Why on earth does PHP have to spend so much time in disk I/O reading all of those source files when really what we need is request routing, a database query, and a response handler?  

Blackfire reports that 304kb of data was transmitted across the wire for this.  That seems like a lot of data for the five or six records that I'm returning to the frontend.

The call graph is frustrating – I'm lumbered with a whole lot of black box code and I have no control over the SQL that is being run.  How can I improve the performance of this transaction?

So is PHP the best tool for this job?

I have previously had intractable problems with PHP when it comes to memory management.  It's pretty complicated and it differs depending on the way that PHP is run but I do not have 100% confidence in PHP's garbage collection.  

Circular object references (which I encountered while using an ORM where a model referenced itself as a parent to form a hierarchy) cannot be completely collected by PHP.  PHP actually relies on the container the machine runs in to collect this memory.  

PHP is not built for being a long-running program.  It was never designed for this and it should never be used for this.  It was built to handle a request for a page and then terminate. 

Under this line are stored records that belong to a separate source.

def metal_figure(points: dict, lines: dict, series: list[tuple], names: dict, title: str) -> dict:
    """One figure (a plotly figure dict) of up to :data:`PANELS_PER_FIGURE` series of one metal, one
    site per panel, on shared axes."""
    every = np.concatenate([points[k]["y"].to_numpy(float) for k in series] + [
        np.atleast_1d(np.asarray(ln["y"], float)) for k in series for ln in lines.get(k, [])])
    y_axis = _y_axis(every)
    t = pd.concat([points[k]["t"] for k in series])
    pad = pd.Timedelta(days=30)
    x_range = [(t.min() - pad).strftime("%Y-%m-%d"), (t.max() + pad).strftime("%Y-%m-%d")]
    traces, annotations, shown = [], [], set()
    axes, titles = _grid_axes(len(series), y_axis, x_range)
    for i, k in enumerate(series):
        _panel(traces, i, points[k], lines.get(k, []), x_range, shown)
        _annotate(annotations, i, lines.get(k, []), y_axis)
        x, y = titles[i]
        name = f"{k[0]} {names.get(k[0], '')}".strip()
        annotations.append({"xref": "paper", "yref": "paper", "x": x, "y": y, "xanchor": "left", "yanchor": "bottom",
                            "showarrow": False, "text": plain(name if len(name) <= 44 else name[:43] + "…"),
                            "font": {"size": 11}})
    n_rows = max(int(np.ceil(len(series) / COLUMNS)), 1)
    height = 110 + PANEL_HEIGHT * n_rows
    layout = {"width": WIDTH, "height": height, "showlegend": True, "paper_bgcolor": "white", "plot_bgcolor": "white",
              "font": {"family": "DejaVu Sans, Arial, sans-serif"}, "margin": {"l": 60, "r": 15, "t": 95, "b": 30},
              "annotations": annotations, "title": {"text": plain(title), "x": 0.01, "y": 1 - 8 / height, "yanchor": "top",
                                                    "font": {"size": 14}},
              "legend": {"orientation": "h", "x": 0, "y": 1 + 40 / (height - 125), "yanchor": "bottom",
                         "font": {"size": 9}}, **axes}
    return {"data": traces, "layout": layout}


def metal_figures(screening: pd.DataFrame, series: pd.DataFrame, entries: pd.DataFrame, refs: pd.DataFrame,
                  sites: pd.DataFrame | None = None) -> list:
    """The chart figures of the chosen series: per metal (analyte, fraction), sites in panels of
    :data:`PANELS_PER_FIGURE`.

    Returns
    -------
    list of :class:`tracescreen.report.document.Figure`
    """
    from tracescreen.report.document import Figure

    if series.empty:
        return []
    site = site_samples(screening)
    site = site.merge(series, on=SERIES) if len(site) else site
    names = dict(zip(sites["site_id"].astype(str), sites["name"].fillna("").astype(str))) if sites is not None else {}
    pts = result_points(site)
    points = {k: pts.iloc[idx] for k, idx in pts.groupby(SERIES, sort=True).indices.items()}
    lines = limit_lines(site, entries, refs)
    by_metal: dict = {}
    for k in points:
        by_metal.setdefault(k[1:], []).append(k)
    out = []
    for (analyte, fraction), keys in sorted(by_metal.items()):
        parts = [keys[i:i + PANELS_PER_FIGURE] for i in range(0, len(keys), PANELS_PER_FIGURE)]
        for n, part in enumerate(parts):
            title = f"{analyte} ({fraction})" + (f", part {n + 1} of {len(parts)}" if len(parts) > 1 else "")
            fig = metal_figure(points, lines, part, names, title)
            fid = "chart-" + "".join(ch if ch.isalnum() else "-" for ch in f"{analyte}-{fraction}-{n + 1}")
            out.append(Figure(fig, fid, caption=title, width=WIDTH, height=int(fig["layout"]["height"]),
                              points=sum(len(points[k]) for k in part)))
    return out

The application is bootstrapped for every request.  How much overhead does this add?  Well there's a question that Blackfire is raising for me.  Take a look at the timeline for the transaction from before:
Blackfire call timeline
The timeline shows when a PHP function was called in relation to the time taken to generate the response. 

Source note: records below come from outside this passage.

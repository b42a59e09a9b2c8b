"""The executive summary: plain sentences generated from the results.

How many sites, samples and results; which sites exceed which limits (with the limit and its table),
since when; what changed in the latest campaign (a campaign is a calendar quarter of sampling);
which trends are rising toward a limit; how many results were undecided because a detection limit
was too high; how many rows were rejected and why; how many results are flagged for a retest; and
the caution. Long lists are cut to :data:`MAX_LISTED` items with a count of the rest.
"""

from __future__ import annotations

import numpy as np
import pandas as pd

from tracescreen._internal.text import format_date, format_significant
from tracescreen.report.findings import RESULT_KEY, limit_precision
from tracescreen.statistics.series import site_samples

#: Sites, series or reasons named in one sentence before "and N more".
MAX_LISTED = 8


def _and(items: list[str], more: int = 0, noun: str = "more") -> str:
    items = list(items)
    if more > 0:
        items.append(f"{more} {noun}")
    if len(items) <= 1:
        return "".join(items)
    return ", ".join(items[:-1]) + " and " + items[-1]


def _plural(n: int, word: str, plural: str | None = None) -> str:
    return f"{n:,} {word if n == 1 else (plural or word + 's')}"


def _day(value) -> str:
    return format_date(pd.Series([value]))[0]


def overview(site: pd.DataFrame, n_tables: int) -> str:
    """How many results, samples, sites and metals, over which period, against how many tables."""
    if site.empty:
        return "The files hold no site-sample results to screen."
    key = [c for c in RESULT_KEY if c in site.columns]
    n_results = len(site.drop_duplicates(key))
    dates = site["sampled_at"]
    quarters = dates.dt.to_period("Q").nunique()
    return (f"This report screens {_plural(n_results, 'result')} of {_plural(site['sample_id'].nunique(), 'sample')} "
            f"from {_plural(site['site_id'].nunique(), 'site')} ({_plural(site['analyte'].nunique(), 'metal')}), "
            f"sampled from {_day(dates.min())} to {_day(dates.max())} in {_plural(quarters, 'campaign')} "
            f"(calendar quarters), against {_plural(n_tables, 'limit table')}.")


def _limit_words(g: pd.DataFrame, entries: pd.DataFrame, refs: dict) -> str:
    """``"10 µg/L [1, 6]"``: the limits of one series that were exceeded, each value (a range where it
    depends on the sample, e.g. its hardness) with the references of the tables that set it."""
    by_value: dict[str, list[int]] = {}
    for table, t in g.groupby("limit_table", observed=True, sort=True):
        lo, hi = t["limit_ug_L"].min(), t["limit_ug_L"].max()
        sf = int(t["_sf"].iloc[0]) if "_sf" in t.columns else limit_precision(t.iloc[[0]], entries)[0]
        text = format_significant([lo, hi], [sf, sf]).tolist()
        value = text[0] if lo == hi else f"{text[0]}–{text[1]}"
        by_value.setdefault(value, []).append(refs.get(str(table), (0, ""))[0])
    return _and([f"{v} µg/L [{', '.join(map(str, sorted(r)))}]" for v, r in by_value.items()])


def exceeding_sites(site: pd.DataFrame, entries: pd.DataFrame, refs: dict, names: dict) -> list[str]:
    """One sentence per site with exceedances (most exceeding results first): each metal, its limit
    and table, how many results of how many, since when and the latest."""
    key = [c for c in RESULT_KEY if c in site.columns]
    exc = site[site["status"].eq("exceeds")]
    if exc.empty:
        return ["No result exceeds a limit."]
    exc = exc.assign(_sf=limit_precision(exc, entries))
    n_series = site.drop_duplicates(key).groupby(["site_id", "analyte", "fraction"], observed=True).size()
    per_site = exc.drop_duplicates(key).groupby("site_id", observed=True).size().sort_values(ascending=False, kind="stable")
    out = [f"{_plural(len(exc.drop_duplicates(key)), 'result')} at {_plural(len(per_site), 'site')} exceed at least one "
           "limit:"]
    for sid in per_site.index[:MAX_LISTED]:
        s = exc[exc["site_id"] == sid]
        metals = []
        for (analyte, fraction), g in s.groupby(["analyte", "fraction"], observed=True, sort=True):
            k = len(g.drop_duplicates(key))
            n = int(n_series.get((sid, analyte, fraction), k))
            metals.append(f"{analyte} ({fraction}) above {_limit_words(g, entries, refs)} in {k} of {n} results "
                          f"since {_day(g['sampled_at'].min())} (latest {_day(g['sampled_at'].max())})")
        name = names.get(str(sid), "")
        out.append(f"{sid}{' ' + name if name else ''}: " + "; ".join(metals) + ".")
    if len(per_site) > MAX_LISTED:
        out.append(f"{_plural(len(per_site) - MAX_LISTED, 'further site')} exceed limits: see the exceedances section.")
    return out


def latest_campaign(site: pd.DataFrame) -> str:
    """What changed in the latest campaign (calendar quarter) against the one before it."""
    if site.empty:
        return ""
    q = site["sampled_at"].dt.to_period("Q")
    quarters = sorted(q.dropna().unique())
    last = quarters[-1]
    now = site[q == last]
    series = ["site_id", "analyte", "fraction"]

    def exceeding(frame):
        return set(map(tuple, frame.loc[frame["status"].eq("exceeds"), series].astype(str).drop_duplicates().to_numpy()))

    text = (f"In the latest campaign ({last.year} Q{last.quarter}), {_plural(now['site_id'].nunique(), 'site')} "
            f"were sampled and {_plural(len(exceeding(now)), 'site–metal series', 'site–metal series')} exceeded a limit")
    if len(quarters) < 2:
        return text + "; there is no earlier campaign to compare with."
    before = site[q == quarters[-2]]
    sampled_both = set(map(tuple, now[series].astype(str).drop_duplicates().to_numpy())) & set(
        map(tuple, before[series].astype(str).drop_duplicates().to_numpy()))
    new = sorted((exceeding(now) - exceeding(before)) & sampled_both)
    gone = sorted((exceeding(before) - exceeding(now)) & sampled_both)

    def words(items):
        return _and([f"{s} {a} ({f})" for s, a, f in items[:MAX_LISTED]], len(items) - MAX_LISTED)

    prev = quarters[-2]
    text += f" (previous campaign, {prev.year} Q{prev.quarter}: {len(exceeding(before))})."
    text += (f" Newly exceeding: {words(new)}." if new else " No series newly exceeds a limit.")
    if gone:
        text += f" No longer exceeding: {words(gone)}."
    return text


def rising_trends(trends: pd.DataFrame | None) -> str:
    """Rising trends whose line reaches the lowest applicable limit, soonest first."""
    if trends is None or trends.empty or "crosses_limit_on" not in trends.columns:
        return ""
    up = trends[trends["direction"].astype(str).eq("increasing")]
    toward = up[up["crosses_limit_on"].notna()].sort_values("crosses_limit_on")
    if toward.empty:
        return (f"{_plural(len(up), 'series', 'series')} show a rising trend; none is projected to reach a limit."
                if len(up) else "No series shows a rising trend.")
    items = [f"{r.site_id} {r.analyte} ({r.fraction}), {format_significant([r.slope_per_year], 2)[0]} µg/L per year, "
             f"reaching {format_significant([r.lowest_limit_ug_L], 3)[0]} µg/L around {_day(r.crosses_limit_on)[:7]}"
             for r in toward.head(MAX_LISTED).itertuples()]
    return (f"{_plural(len(toward), 'rising trend')} point toward a limit: " + _and(items, len(toward) - MAX_LISTED)
            + " (a straight-line extrapolation: an indication, not a forecast).")


def undecided_sentence(site: pd.DataFrame) -> str:
    """How many results decided nothing because the detection limit was above the limit."""
    key = [c for c in RESULT_KEY if c in site.columns]
    u = site[site["status"].eq("nondetect_inconclusive")].drop_duplicates(key)
    r = site[site["status"].eq("above_range_inconclusive")].drop_duplicates(key)
    if u.empty and r.empty:
        return "No result was left undecided by a detection limit above a limit."
    text = ""
    if len(u):
        series = _and(sorted({f"{a} ({f})" for a, f in u[["analyte", "fraction"]].astype(str).to_numpy()})[:MAX_LISTED])
        text = (f"{_plural(len(u), 'non-detect')} at {_plural(u['site_id'].nunique(), 'site')} decided nothing because "
                f"the detection limit was above the limit ({series}): ask the laboratory for a lower detection limit.")
    if len(r):
        text += (" " if text else "") + (f"{_plural(len(r), 'result')} reported above the calibrated range decided "
                                         "nothing: dilute and reanalyse.")
    return text


def rejected_sentence(rejected: pd.DataFrame) -> str:
    """How many rows were rejected, by reason (quoted values left out so that like reasons count together)."""
    if rejected is None or rejected.empty:
        return "No row of the files was rejected."
    reason = rejected["reason"].astype(str).str.split(r" \(").str[0].str.replace(r"[.;]+$", "", regex=True)
    kinds = reason.str.replace(r"'[^']*'", "…", regex=True)
    counts = kinds.value_counts()
    example = reason.groupby(kinds).first()
    items = [f"{n} × {'e.g. ' if n > 1 else ''}{example[k]}" for k, n in counts.head(MAX_LISTED).items()]
    return (f"{_plural(len(rejected), 'row')} of the files were rejected and are listed with the reason: "
            + _and(items, len(counts) - MAX_LISTED, "other reasons") + ".")


def retest_sentence(retest: pd.DataFrame | None) -> str:
    """How many results are flagged for a confirmatory retest, by reason; batches that came without their
    QC summary are a request for documents, said apart (one sentence, not thousands of flagged results)."""
    if retest is None or retest.empty:
        return "No result is flagged for a confirmatory retest."
    docs = documents_only(retest)
    key = ["site_id", "sample_id", "analyte", "fraction"]
    flagged = retest[~docs]
    text = "No result is flagged for a confirmatory retest."
    if len(flagged):
        n = len(flagged[key].astype(str).drop_duplicates())
        reasons = flagged["reason"].astype(str).value_counts()
        items = [f"{k.replace('_', ' ')} {v}" for k, v in reasons.head(MAX_LISTED).items()]
        text = (f"{_plural(n, 'result')} {'is' if n == 1 else 'are'} flagged for a confirmatory retest or review ("
                + _and(items) + ").")
    if docs.any():
        d = retest[docs]
        n_batches = len(d[["lab", "batch"]].astype(str).drop_duplicates())
        n = len(d[key].astype(str).drop_duplicates())
        text += (f" {_plural(n_batches, 'batch', 'batches')} ({_plural(n, 'result')}) came without the laboratory's "
                 "QC summary: ask the laboratory for it (listed by batch with the retest list).")
    return text


def documents_only(retest: pd.DataFrame) -> np.ndarray:
    """Rows whose reason asks the laboratory for documents, not for a sample to be analysed
    (:data:`tracescreen.retest.request.REASON_ACTION`)."""
    from tracescreen.retest.request import REASON_ACTION

    return retest["reason"].astype(str).map(REASON_ACTION).eq("documents").to_numpy()


def executive_summary(screening: pd.DataFrame, entries: pd.DataFrame, refs: pd.DataFrame, sites=None, trends=None,
                      rejected=None, retest=None, extra: list[str] | None = None) -> list:
    """The executive summary in reading order: paragraphs, and the sites with exceedances as a list
    (the caution is shown beside it).

    Parameters
    ----------
    screening : pandas.DataFrame
        The screening table (text columns as text).
    entries, refs : pandas.DataFrame
        Limit entries and :func:`tracescreen.report.findings.limit_references`.
    sites, trends, rejected, retest : pandas.DataFrame, optional
    extra : list of str, optional
        Sentences of other sections (laboratory QC, wells) to add before the rejected rows.

    Returns
    -------
    list of :class:`tracescreen.report.document.Paragraph` and :class:`~tracescreen.report.document.Bullets`
    """
    from tracescreen.report.document import Bullets, Paragraph

    site = site_samples(screening)
    names = dict(zip(sites["site_id"].astype(str), sites["name"].fillna("").astype(str))) if sites is not None else {}
    ref = {t: (k, n) for k, t, n in refs[["ref", "table_id", "short_name"]].itertuples(index=False)}
    out = [Paragraph(overview(site, len(refs)), "lead")]
    if len(site):
        found = exceeding_sites(site, entries, ref, names)
        out.append(Paragraph(found[0], "lead"))
        if len(found) > 1:
            out.append(Bullets(found[1:]))
    sentences = [latest_campaign(site), rising_trends(trends), undecided_sentence(site), *(extra or []),
                 rejected_sentence(rejected), retest_sentence(retest)]
    out += [Paragraph(t, "lead") for t in sentences if t]
    if len(refs):
        out.append(Paragraph("Limit tables: " + "; ".join(f"[{k}] {n}" for k, n in ref.values())
                             + ". Full citations are in the appendix.", "note"))
    return out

My controller function starts at around 750ms into the transaction.  The actual time is irrelevant as a benchmark, but the fact that the first time *my* code runs is half-way into the transaction is what is relevant.   

Until halfway into my application I've been waiting for PHP to bootstrap my application.  You could argue that this is because of the PHP framework I'm using, but actually it is the limitation of PHP not being able to maintain state that requires us to continuously bootstrap the application.

Bootstrapping our application might involve disk I/O (depending on OpCache).  It definitely involves network I/O because we have to connect to MySQL and wait for it to authenticate us.  I know that there are ways to improve this, like by not using a framework and by tuning OpCache to improve compile time.

I'm concerned about what will happen when the application has 50,000 concurrent users.  How much of a strain will it place on my database server to be constantly connecting (and authenticating)?

I think PHP is brilliant at web pages and not so good at being a long-running application that is capable of reusing resources.  I'm a huge PHP fan but as an architect I do not want it to be my only tool.  

I'm busy learning Elixir and the Phoenix framework (again with the frameworks!) response in microseconds (not milliseconds).  I don't think we should using PHP like the hammer we use for everything.